A partire, subito dopo la nascita, dalla esondazione nel suo piccolo inconscio dei sovraccarichi degli inconsci parentali.
Quando comincia l’adolescenza l'individuo tenta di affrancarsi da ciò che l'infanzia ha determinato in lui e, a carico presumibilmente della coscienza cognitiva , tenta di sviluppare un adattamento secondario che tenga conto di quel disastro infantile e delle nuove esigenze che la vita adolescenziale propone all'individuo stesso (Gli amici , la scuola. i nuovi bisogni sessuali ed affettivi, una realtà esterna molto diversa da quella fino ad allora vissuta nell'ambito familiare).

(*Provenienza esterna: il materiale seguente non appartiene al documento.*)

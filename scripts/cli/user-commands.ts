// User accounts for real sites: add, list, change a role, set a new password, remove. Changes are audited as
// cli:<os user>.
import type { Command } from "commander";
import os from "node:os";
import { ROLES } from "../../lib/auth/permissions";
import { changeUserRole } from "../../lib/data/change-user-role";
import { createUser, normaliseEmail, UserAccountError } from "../../lib/data/create-user";
import { listUsers } from "../../lib/data/list-users";
import { removeUser } from "../../lib/data/remove-user";
import { sessionCount, setUserPassword } from "../../lib/data/set-user-password";
import { getPrisma } from "../../lib/db";
import { printJson, UsageError, withDatabase } from "./context";

const cliActor = () => ({ userId: null, name: `cli:${os.userInfo().username}` });

/** The first line of standard input (a password piped in, so it stays out of the shell history). */
async function readFirstLine(): Promise<string> {
  let text = "";
  for await (const chunk of process.stdin) {
    text += String(chunk);
    if (text.includes("\n")) break;
  }
  return text.split(/\r?\n/)[0] ?? "";
}

/** The id of the user with `email` (compared lower-case), or a UsageError naming the email. */
async function userIdByEmail(email: string): Promise<string> {
  const normalised = normaliseEmail(email);
  const found = await getPrisma().user.findUnique({ where: { email: normalised }, select: { id: true } });
  if (!found) throw new UsageError(`no user with email ${normalised}`);
  return found.id;
}

/** Runs a data function, turning its UserAccountError (the user's mistake) into a UsageError (message, exit 1). */
async function asUsage<T>(work: () => Promise<T>): Promise<T> {
  try {
    return await work();
  } catch (error) {
    if (error instanceof UserAccountError) throw new UsageError(error.message);
    throw error;
  }
}

export function registerUserCommands(program: Command): void {
  const user = program.command("user").description("user accounts and roles (viewer, engineer, planner, admin)");
  user
    .command("add")
    .description("create a user; without --password the password is read from the first line of standard input")
    .requiredOption("--email <email>", "sign-in email")
    .requiredOption("--role <role>", ROLES.join(" | "))
    .option("--password <password>", "initial password (at least 8 characters)")
    .option("--name <name>", "display name (default: the part of the email before @)")
    .action(async (options: { email: string; role: string; password?: string; name?: string }) => {
      const password = options.password ?? (await readFirstLine());
      await withDatabase(async () => {
        const created = await asUsage(() => createUser(getPrisma(), { email: options.email, role: options.role, password, name: options.name }, cliActor()));
        console.log(`Created ${created.email} with role ${created.role}.`);
      });
    });
  user
    .command("list")
    .description("list user accounts and their roles")
    .option("--json", "print JSON")
    .action(async (options: { json?: boolean }) => {
      await withDatabase(async () => {
        const users = await listUsers(getPrisma());
        if (options.json) return printJson(users);
        if (users.length === 0) console.log("No users.");
        for (const row of users) console.log(`${row.email.padEnd(36)} ${row.role.padEnd(9)} created ${row.createdAt.slice(0, 10)}`);
      });
    });
  user
    .command("role")
    .description("change a user's role (refuses to remove the last admin)")
    .requiredOption("--email <email>", "the user's email")
    .requiredOption("--role <role>", ROLES.join(" | "))
    .action(async (options: { email: string; role: string }) => {
      await withDatabase(async () => {
        const result = await asUsage(async () => changeUserRole(getPrisma(), await userIdByEmail(options.email), options.role, cliActor()));
        console.log(result.changed ? `${result.email}: ${result.before} -> ${result.after}.` : `${result.email} already has the role ${result.after}.`);
      });
    });
  user
    .command("password")
    .description("set a new password for a user and end all their sessions; without --password it is read from the first line of standard input")
    .requiredOption("--email <email>", "the user's email")
    .option("--password <password>", "the new password (8 to 128 characters)")
    .action(async (options: { email: string; password?: string }) => {
      const password = options.password ?? (await readFirstLine());
      await withDatabase(async () => {
        const result = await asUsage(async () => setUserPassword(getPrisma(), await userIdByEmail(options.email), password, cliActor()));
        console.log(`Set a new password for ${result.email}; ended ${sessionCount(result.sessionsEnded)}.`);
      });
    });
  user
    .command("remove")
    .description("remove a user with their sessions and sign-in account (refuses the only admin); the audit log keeps their events")
    .requiredOption("--email <email>", "the user's email")
    .action(async (options: { email: string }) => {
      await withDatabase(async () => {
        const result = await asUsage(async () => removeUser(getPrisma(), await userIdByEmail(options.email), cliActor()));
        console.log(`Removed ${result.email} (${result.role}); ended ${sessionCount(result.sessionsEnded)}.`);
      });
    });
}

Si struttura così, nel corso della adolescenza, un adattamento secondario che tenta di realizzare e programmare un sistema di vita meno disastrato di quello che la coscienza percettiva impone a causa della sua condizione dissociativa, in essa impressa dall'imprinting nel corso della infanzia.
Questo adattamento secondario è un compromesso tra le regole più o meno folli imposte da quell'imprinting alla coscienza infantile e la realtà di una vita, per quanto possibile, normale.
E ciò che si osserva oggi nell'uomo e nella donna giovani e quasi adulti sono i tratti caratteriali risultanti da quell'adattamento.
Ivi compreso, in molti, il bisogno di sostanze che allievino la morsa di quella condizione psichica patologica.